È una figura letteraria assai interessante e originale, che ha saputo conciliare la propria vocazione religiosa, conventuale, con quella poetica. Egli ha dimostrato che anche i motivi religiosi possono avere nella poesia lo stesso diritto di cittadinanza che essi hanno trovato nelle arti figurative: basta esserne intimamente ispirati, basta un sentimento sincero ed una adeguata espressione poetica.

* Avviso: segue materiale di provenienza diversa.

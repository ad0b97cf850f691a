//! How a broken run is told.

use super::{range, times};
use crate::report::facts::{Case, Facts, Since, over};
use crate::report::number::{at, counted, limit, listed, ms_tenth, signed_tenth};
use phase4::audit::{How, Outcome, RuleId};
use phase4::base::{Deviation, Span};

/// The sentence, and the one after it.
pub(super) fn say(facts: &Facts<'_>) -> (String, Option<String>) {
    let broken: Vec<&Case> = facts.numbered_findings().map(|(_, case)| case).collect();
    let held: Vec<&Case> = facts.cases.iter().filter(|case| is_held_pulse(case)).collect();
    let cause = shared_cause(&broken, &held);
    let everywhere = held.is_empty();
    let sentence = match deed(&broken) {
        Some(deed) if cause.is_some() || everywhere => {
            let device = facts.device();
            let number = broken.len();
            let count = format!("{} out of {number}", times(number));
            match cause {
                Some(cause) => format!("{}, {device} {deed}, {count}.", cause.words()),
                None => format!("{device} {deed}, {count}."),
            }
        }
        _ => by_rules(facts, &broken),
    };
    (sentence, second(facts, &held))
}

/// What every broken case follows and no held one does. With nothing held there is nothing to tell them apart by.
pub(in crate::report) fn shared_cause(broken: &[&Case], held: &[&Case]) -> Option<Since> {
    let shared = |since: &Since| broken.iter().all(|case| since.is_of(case)) && !held.iter().any(|case| since.is_of(case));
    if broken.is_empty() || held.is_empty() { None } else { Since::ALL.into_iter().find(shared) }
}

fn is_held_pulse(case: &Case) -> bool {
    case.judgement.outcome == Outcome::Held && case.is_of_a_pulse()
}

/// What the device does, where all broken cases are of one kind, or on one side.
fn deed(broken: &[&Case]) -> Option<String> {
    let all = |kinds: &[How]| !broken.is_empty() && broken.iter().all(|case| kinds.contains(&case.judgement.how));
    let sized = |way| {
        let sizes = broken.iter().filter(|case| case.judgement.how != How::Missing).map(|case| case.judgement.deviation);
        let sizes = sizes.map(|deviation| deviation.map(Deviation::size)).collect::<Option<Vec<_>>>()?;
        Some(format!("paces {} {way}", range(sizes.into_iter())?))
    };
    if all(&[How::Late]) {
        sized("late")
    } else if all(&[How::Early]) {
        sized("early")
    } else if all(&[How::Missing]) {
        Some("leaves out a pulse that is due".to_owned())
    } else if all(&[How::Unexpected]) {
        Some("paces where no pulse is due".to_owned())
    } else if all(&[How::Late, How::Missing]) {
        sized("late or not at all")
    } else if all(&[How::Early, How::Unexpected]) {
        Some("paces before a pulse is due".to_owned())
    } else {
        None
    }
}

/// The sentence that names rules: where broken cases share nothing that held ones lack.
fn by_rules(facts: &Facts<'_>, broken: &[&Case]) -> String {
    let device = facts.device();
    let up_to = broken.iter().filter_map(|case| over(case)).max();
    let size = up_to.map_or_else(String::new, |span| format!(", by up to {}", ms_tenth(span)));
    let rules = broken_rules(facts, broken);
    match rules.as_slice() {
        [] => format!("{device} broke a rule."),
        [(rule, number)] => {
            let score = facts.run.scores.iter().find(|(other, _)| other == rule).map(|(_, score)| *score).unwrap_or_default();
            let decided = u64::from(score.held) + u64::from(score.broken);
            let out_of = if decided >= *number as u64 {
                format!(" out of {}", crate::report::number::count(decided))
            } else {
                String::new()
            };
            format!("{device} broke {} {}{out_of}{size}.", rule.code(), times(*number))
        }
        [_, _] | [_, _, _] => {
            let each: Vec<_> = rules.iter().map(|(rule, number)| format!("{} {}", rule.code(), times(*number))).collect();
            format!("{device} broke {}{size}.", listed(&each))
        }
        _ => format!("{device} broke {}, {}{size}.", counted(rules.len() as u64, "rule", "rules"), times(broken.len())),
    }
}

/// Broken rules, the most often broken first.
fn broken_rules(facts: &Facts<'_>, broken: &[&Case]) -> Vec<(RuleId, usize)> {
    let count = |rule: RuleId| broken.iter().filter(|case| case.judgement.rule == rule).count();
    let mut rules: Vec<_> = RuleId::ALL.into_iter().map(|rule| (rule, count(rule))).filter(|(_, number)| *number > 0).collect();
    if rules.is_empty() {
        rules = facts
            .run
            .scores
            .iter()
            .filter(|(_, score)| score.broken > 0)
            .map(|(rule, score)| (*rule, score.broken as usize))
            .collect();
    }
    rules.sort_by_key(|(_, number)| std::cmp::Reverse(*number));
    rules
}

fn second(facts: &Facts<'_>, held: &[&Case]) -> Option<String> {
    let worst = facts.finding(facts.worst_finding()?)?;
    let alone = facts.findings.len() == 1;
    let first = tell_worst(facts, worst, if alone { "It is" } else { "The worst is" });
    Some(match kept_time(held) {
        Some(kept) => format!("{first} {kept}"),
        None => first,
    })
}

fn tell_worst(facts: &Facts<'_>, case: &Case, opening: &str) -> String {
    let judgement = &case.judgement;
    let start = facts.run.start;
    let rule = judgement.rule.code();
    let pulse = judgement.seen.and_then(|seen| facts.pulse_at(judgement.channel, seen));
    let name = pulse
        .map_or_else(|| "the pulse".to_owned(), |(number, _)| format!("pulse {}", crate::report::number::count(number as u64)));
    let timed = judgement.deviation.filter(|_| judgement.how != How::Unexpected);
    match (judgement.seen, timed, judgement.window) {
        (Some(seen), Some(deviation), Some(window)) => {
            let late = deviation.as_micros() >= 0;
            let (side, span) = if late {
                ("after", window.latest.saturating_since(window.nominal))
            } else {
                ("before", window.nominal.saturating_since(window.earliest))
            };
            let size = ms_tenth(deviation.size());
            format!(
                "{opening} {name} at {}: {size} {side} its nominal instant, where rule {rule} allows {}.",
                at(start, seen),
                limit(span)
            )
        }
        (Some(seen), ..) => format!("{opening} {name} at {}, where no pulse was due: rule {rule}.", at(start, seen)),
        (None, _, Some(window)) => {
            let (due, until) = (at(start, window.nominal), at(start, case.until));
            format!("{opening} the pulse due at {due}: none came by {until}. Rule {rule}.")
        }
        (None, ..) => format!("{opening} at {}: rule {rule}.", at(start, judgement.at)),
    }
}

/// Where the device kept time, if it did anywhere.
fn kept_time(held: &[&Case]) -> Option<String> {
    let deviations: Vec<Deviation> = held.iter().filter_map(|case| case.judgement.deviation).collect();
    let (least, most) = (deviations.iter().min()?, deviations.iter().max()?);
    let common = [Since::Sensed, Since::Paced].into_iter().find(|since| held.iter().all(|case| since.is_of(case)));
    let place = common.map_or_else(String::new, |since| format!("{} ", since.words()));
    let subject = if place.is_empty() { "In the other cases it" } else { "the device" };
    let cases = counted(deviations.len() as u64, "decided case", "decided cases");
    let how_well = if least.size().max(most.size()) == Span::ZERO {
        "to the microsecond".to_owned()
    } else {
        format!("{} to {}", signed_tenth(*least), signed_tenth(*most))
    };
    Some(format!("{place}{subject} kept time, {how_well} in {cases}."))
}
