static stericol_status write_rows(stericol_context *context, stericol_result *result, size_t variable,
                                  size_t layer, size_t row0, size_t rows, const double *values)
{
    const size_t start[3] = {layer, row0, 0}, count[3] = {1, rows, result->axes.columns};
    const size_t skip = layer == STERICOL_WHOLE_COLUMN ? 1 : 0;

    assert(variable != ABSENT && row0 <= result->axes.rows && rows <= result->axes.rows - row0);
    return stericol_cf_write_values(context, result->writer, variable, start + skip, count + skip, values);
}

stericol_status stericol_result_map(stericol_context *context, stericol_result *result, stericol_map map,
                                    size_t layer, size_t row0, size_t rows, const double *values)
{
    assert((unsigned)map < STERICOL_MAP_COUNT && (layer == STERICOL_WHOLE_COLUMN || layer < result->layers));
    return write_rows(context, result, result->map[map][layer == STERICOL_WHOLE_COLUMN ? WHOLE : BY_LAYER],
                      layer, row0, rows, values);
}

stericol_status stericol_result_cell_area(stericol_context *context, stericol_result *result, size_t row0,
                                          size_t rows, const double *values)
{
    return write_rows(context, result, result->cell_area, STERICOL_WHOLE_COLUMN, row0, rows, values);
}

stericol_status stericol_result_flags(stericol_context *context, stericol_result *result, size_t row0,
                                      size_t rows, const signed char *flags)
{
    const size_t count = rows * result->axes.columns; /* fits: the caller holds that many bytes */
    double *values = stericol_new_doubles(count);
    stericol_status status;

    if (values == NULL)
        return stericol_fail_memory(context, 0, "the column flags");
    for (size_t i = 0; i < count; i++) {
        assert(flags[i] < STERICOL_RESULT_FLAGS);
        values[i] = flags[i] < 0 ? (double)NAN : flags[i];
    }
    status = write_rows(context, result, result->flags, STERICOL_WHOLE_COLUMN, row0, rows, values);
    free(values);
    return status;
}

stericol_status stericol_result_region(stericol_context *context, stericol_result *result,
                                       stericol_region_quantity quantity, size_t layer, const double *values)
{
    const int kind = layer == STERICOL_WHOLE_COLUMN ? WHOLE : BY_LAYER;
    const size_t start[2] = {0, layer}, count[2] = {result->regions, 1};

    assert((unsigned)quantity < STERICOL_REGION_QUANTITY_COUNT);
    assert((kind == WHOLE || layer < result->layers) && result->region[quantity][kind] != ABSENT);
    return stericol_cf_write_values(context, result->writer, result->region[quantity][kind], start, count,
                                    values);
}

stericol_status stericol_result_attribute(stericol_context *context, stericol_result *result,
                                          const char *name, const char *text)
{
    return stericol_cf_write_text(context, result->writer, GLOBAL, name, text);
}

stericol_status stericol_result_attribute_number(stericol_context *context, stericol_result *result,
                                                 const char *name, double value)
{
    return stericol_cf_write_numbers(context, result->writer, GLOBAL, name, STERICOL_CF_DOUBLE, 1, &value);
}

stericol_status stericol_result_commit(stericol_context *context, stericol_result *result, double deepest)
{
    labels to = {context, result->writer, GLOBAL, STERICOL_OK};
    double top = HUGE_VAL, bottom = 0.0;

    assert(isfinite(deepest));
    for (size_t i = 0; i < result->layers; i++) {
        double *bounds = result->layer_bounds[i];

        if (isinf(bounds[1]))
            bounds[1] = deepest;
        top = fmin(top, bounds[0]);
        bottom = fmax(bottom, bounds[1]);
    }
    to.status = stericol_result_axes_write_depths(context, result->writer, &result->axes, result->layers,
                                                  (const double(*)[2])result->layer_bounds);
    label_number(&to, "geospatial_vertical_min", STERICOL_CF_DOUBLE, top);
    label_number(&to, "geospatial_vertical_max", STERICOL_CF_DOUBLE, bottom);
    label(&to, "geospatial_vertical_units", "m");
    label(&to, "geospatial_vertical_positive", "down");
    return to.status != STERICOL_OK ? to.status : stericol_cf_writer_commit(context, result->writer);
}
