/* SPDX-License-Identifier: GPL-3.0-or-later */
/* Boxes, hemispheres, masks, sums. */
#include "region/grids.h"

static const double R = STERICOL_AUTHALIC_RADIUS;

static void boxes_are_read(void **state)
{
    stericol_box box;

    (void)state;
    assert_int_equal(stericol_box_parse(NULL, "Quiet_Sea-2.a=170,-10.5,-160,2e1", &box), STERICOL_OK);
    assert_string_equal(box.name, "Quiet_Sea-2.a");
    assert_same_number(box.west, 170.0);
    assert_same_number(box.south, -10.5);
    assert_same_number(box.east, -160.0);
    assert_same_number(box.north, 20.0);
    assert_int_equal(stericol_box_parse(NULL, "all=-180,-90,180,90", &box), STERICOL_OK);
}

static void bad_boxes_are_refused(void **state)
{
    static const struct {
        const char *text, *message;
    } rows[] = {
        {"Quiet", "region: 'Quiet' has no '='; write NAME=W,S,E,N in degrees"},
        {"=0,0,1,1", "region: '=0,0,1,1' has a name of 0 characters; give a name of 1 to 63 characters"},
        {"a b=0,0,1,1", "region: the name in 'a b=0,0,1,1' has a character that is not allowed; use letters, "
                        "digits, '_', '-' and '.'"},
        {"q=0,0,1", "region: 'q=0,0,1' does not have four limits; write NAME=W,S,E,N in degrees"},
        {"q=0,0,1,1,1", "region: 'q=0,0,1,1,1' does not have four limits; write NAME=W,S,E,N in degrees"},
        {"q=", "region: 'q=' does not have four limits; write NAME=W,S,E,N in degrees"},
        {"q=0,x,1,1",
         "region: the southern limit in 'q=0,x,1,1' is not a number; write NAME=W,S,E,N in degrees"},
        {"q=0,0,,1",
         "region: the eastern limit in 'q=0,0,,1' is not a number; write NAME=W,S,E,N in degrees"},
        {"q=nan,0,1,1",
         "region: the western limit in 'q=nan,0,1,1' is not a number; write NAME=W,S,E,N in degrees"},
        {"q=0,0,1,inf",
         "region: the northern limit in 'q=0,0,1,inf' is not a number; write NAME=W,S,E,N in degrees"},
        {"q=0,0,1,91",
         "region: 'q=0,0,1,91' has a latitude of 91; give latitudes within -90..90, in the order W,S,E,N"},
        {"q=-400,0,1,1", "region: 'q=-400,0,1,1' has a longitude of -400; give longitudes within -360..360"},
        {"q=0,10,1,10",
         "region: the southern limit of 'q=0,10,1,10' (10) is not south of the northern one (10); give "
         "them in the order W,S,E,N"},
        {"q=0,10,1,-10",
         "region: the southern limit of 'q=0,10,1,-10' (10) is not south of the northern one (-10); "
         "give them in the order W,S,E,N"},
        {"q=5,0,5,1",
         "region: the western and eastern limits of 'q=5,0,5,1' are the same meridian; for the whole "
         "circle give longitudes 360 apart, such as -180 and 180"},
    };

    (void)state;
    for (size_t i = 0; i < sizeof rows / sizeof rows[0]; i++) {
        stericol_context *context = stericol_context_new();
        stericol_box box = {"untouched", 1.0, 2.0, 3.0, 4.0};

        assert_int_equal(stericol_box_parse(context, rows[i].text, &box), STERICOL_USAGE);
        assert_string_equal(stericol_context_message(context), rows[i].message);
        assert_string_equal(box.name, "untouched");
        stericol_context_free(context);
    }
}
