#define READ_AS(TYPE, KIND)                                                                                  \
    do {                                                                                                     \
        TYPE stored_;                                                                                        \
        memcpy(&stored_, bytes, sizeof stored_);                                                             \
        number.value.KIND = stored_;                                                                         \
    } while (0)
    switch (type) {
    case STERICOL_CF_INT8:
        READ_AS(int8_t, whole);
        break;
    case STERICOL_CF_UINT8:
        READ_AS(uint8_t, natural);
        break;
    case STERICOL_CF_INT16:
        READ_AS(int16_t, whole);
        break;
    case STERICOL_CF_UINT16:
        READ_AS(uint16_t, natural);
        break;
    case STERICOL_CF_INT32:
        READ_AS(int32_t, whole);
        break;
    case STERICOL_CF_UINT32:
        READ_AS(uint32_t, natural);
        break;
    case STERICOL_CF_INT64:
        READ_AS(int64_t, whole);
        break;
    case STERICOL_CF_UINT64:
        READ_AS(uint64_t, natural);
        break;
    case STERICOL_CF_FLOAT: {
        float stored;

        memcpy(&stored, bytes, sizeof stored);
        number.value.real = (double)stored;
        break;
    }
    default:
        READ_AS(double, real);
        break;
    }
#undef READ_AS
    return number;
}

/*
 * A Zarr array has its fill_value in its own header, and writers that know no NetCDF leave it at that.  Zero
 * is left out: it is what some of them put there unasked, and a zero is a longitude or a temperature like any
 * other.
 */
static void add_store_fill(stericol_context *context, const stericol_cf_file *file,
                           const stericol_cf_variable *variable, stericol_cf_rules *rules)
{
    static const signed char byte_fill = NC_FILL_BYTE;
    static const unsigned char natural_fill = NC_FILL_UBYTE;
    unsigned char bytes[8] = {0};
    stericol_cf_number number;
    stericol_cf_stored stored;
    int absent = 0;

    if (strcmp(file->format, "Zarr") != 0 ||
        nc_inq_var_fill(variable->group_handle, variable->handle, &absent, bytes) != NC_NOERR || absent != 0)
        return;
    if ((variable->type == STERICOL_CF_INT8 && memcmp(bytes, &byte_fill, 1) == 0) ||
        (variable->type == STERICOL_CF_UINT8 && memcmp(bytes, &natural_fill, 1) == 0))
        return; /* NetCDF's own, which means nothing for bytes */
    number = number_at(variable->type, bytes);
    if ((number.sort == STERICOL_CF_REAL && !(fabs(number.value.real) > 0.0)) ||
        (number.sort != STERICOL_CF_REAL && number.value.natural == 0) ||
        !stericol_cf_fit_number(rules->type, variable->type, &number, &stored))
        return;
    if (rules->fills > 0 && memcmp(&rules->fill_low[0], &stored, sizeof stored) == 0)
        return; /* the default */
    if (number.sort == STERICOL_CF_REAL && fabs(number.value.real / NC_FILL_DOUBLE - 1.0) < 1e-5)
        return; /* the default, as short decimals in the store's header */
    if (add_fill(rules, stored, stored))
        stericol_notice(context, STERICOL_NOTE, file->path, variable->name,
                        "the fill_value of its Zarr array is taken as missing");
}

static stericol_status make_rules(stericol_context *context, const stericol_cf_file *file,
                                  const stericol_cf_variable *variable, stericol_cf_rules *rules)
{
    stericol_status status;

    rules->type = type_as_read(context, file, variable);
    rules->size = stericol_cf_size_of(rules->type);
    rules->scale = 1.0;
    rules->offset = 0.0;
    stericol_cf_range_of(rules->type, &rules->low, &rules->high);
    status = read_packing(context, file, variable, "scale_factor", &rules->scale);
    if (status == STERICOL_OK)
        status = read_packing(context, file, variable, "add_offset", &rules->offset);
    if (status != STERICOL_OK)
        return status;
    if (stericol_cf_attribute_of(variable, "_FillValue") == NULL) {
        add_default_fill(variable, rules);
        add_store_fill(context, file, variable, rules);
    }
    add_fills(context, file, variable, "_FillValue", rules);
    add_fills(context, file, variable, "missing_value", rules);
    return stericol_cf_set_limits(context, file, variable, rules);
}

stericol_status stericol_cf_rules_of(stericol_context *context, stericol_cf_file *file,
                                     const stericol_cf_variable *variable, stericol_cf_rules **rules)
{
    stericol_cf_rules **kept = &file->rules[variable - file->variables];
    stericol_cf_rules *made;
    stericol_status status;

    *rules = *kept;
    if (*kept != NULL)
        return STERICOL_OK;
    if (!stericol_cf_is_number(variable->type))
        return stericol_fail(
            context, STERICOL_INPUT, file->path, variable->name, "name a variable of numbers",
            variable->type == STERICOL_CF_OTHER ? "holds values of a user-defined type, not numbers"
                                                : "holds text, not numbers");
    if (variable->rank > STERICOL_CF_MOST_RANK)
        return stericol_fail(context, STERICOL_INPUT, file->path, variable->name, "name another variable",
                             "has %zu dimensions, more than %d", variable->rank, (int)STERICOL_CF_MOST_RANK);
    made = calloc(1, sizeof *made);
    if (made == NULL)
        return stericol_fail_memory(context, sizeof *made, variable->name);
    status = make_rules(context, file, variable, made);
    if (status != STERICOL_OK) {
        free(made);
        return status;
    }
    *rules = *kept = made;
    return STERICOL_OK;
}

Egli sente nella fede dal profondo del suo animo quella vera poesia che a sua volta canterà con la spontaneità e con l’ardore di un fanciullo nel Natale, nell’Angelus, nelle Api della Madonna ecc.. Oltre alle poesie religiose, il Kupareo, profondamente commosso dalla tragedia nazionale del 1945, ha composto interi cicli di poesie patriottiche, adottando per esse generalmente la forma dei salmi del Vecchio Testamento; col dare la veste biblica all’espressione poetica di questo motivo e fondendo in uno il sentimento religioso e quello patriottico, egli ha voluto dimostrare il carattere sacro del proprio amor patrio, invocando l’aiuto divino per una causa giusta e quindi infondendo speranza agli animi scoraggiati e disperati. Non meno belle e suggestive sono le sue poesie di paesaggio con originali personificazioni degli oggetti e delle forze della natura, in cui non è difficile riconoscere il paesaggio tipicamente croato. Come sono lineari i suoi mezzi espressivi – semplicità di tutt’altro che facile realizzazione – così è immediato il godimento estetico che procurano le sue poesie; la nobiltà dell’ispirazione e la sincerità del sentimento, uniti alla forma artisticamente riuscita, non potevano generare che una poesia autentica”.[8]


Legato


Il legato di Kupareo si può riassumere in una delle sue poesie, Isus u mojoj lađi (Gesù nella mia barca), pubblicata per la prima volta nel febbraio del 1937. Mezzo secolo più tardi, l’autore ha spiegato che questa poesia “immerge sforzo umano nel tempo e nell’eternità”.[9] Lui dice:


“Gesù nella mia barca


Gesù nella mia barca

I flutti senza vita i remi miei respingono.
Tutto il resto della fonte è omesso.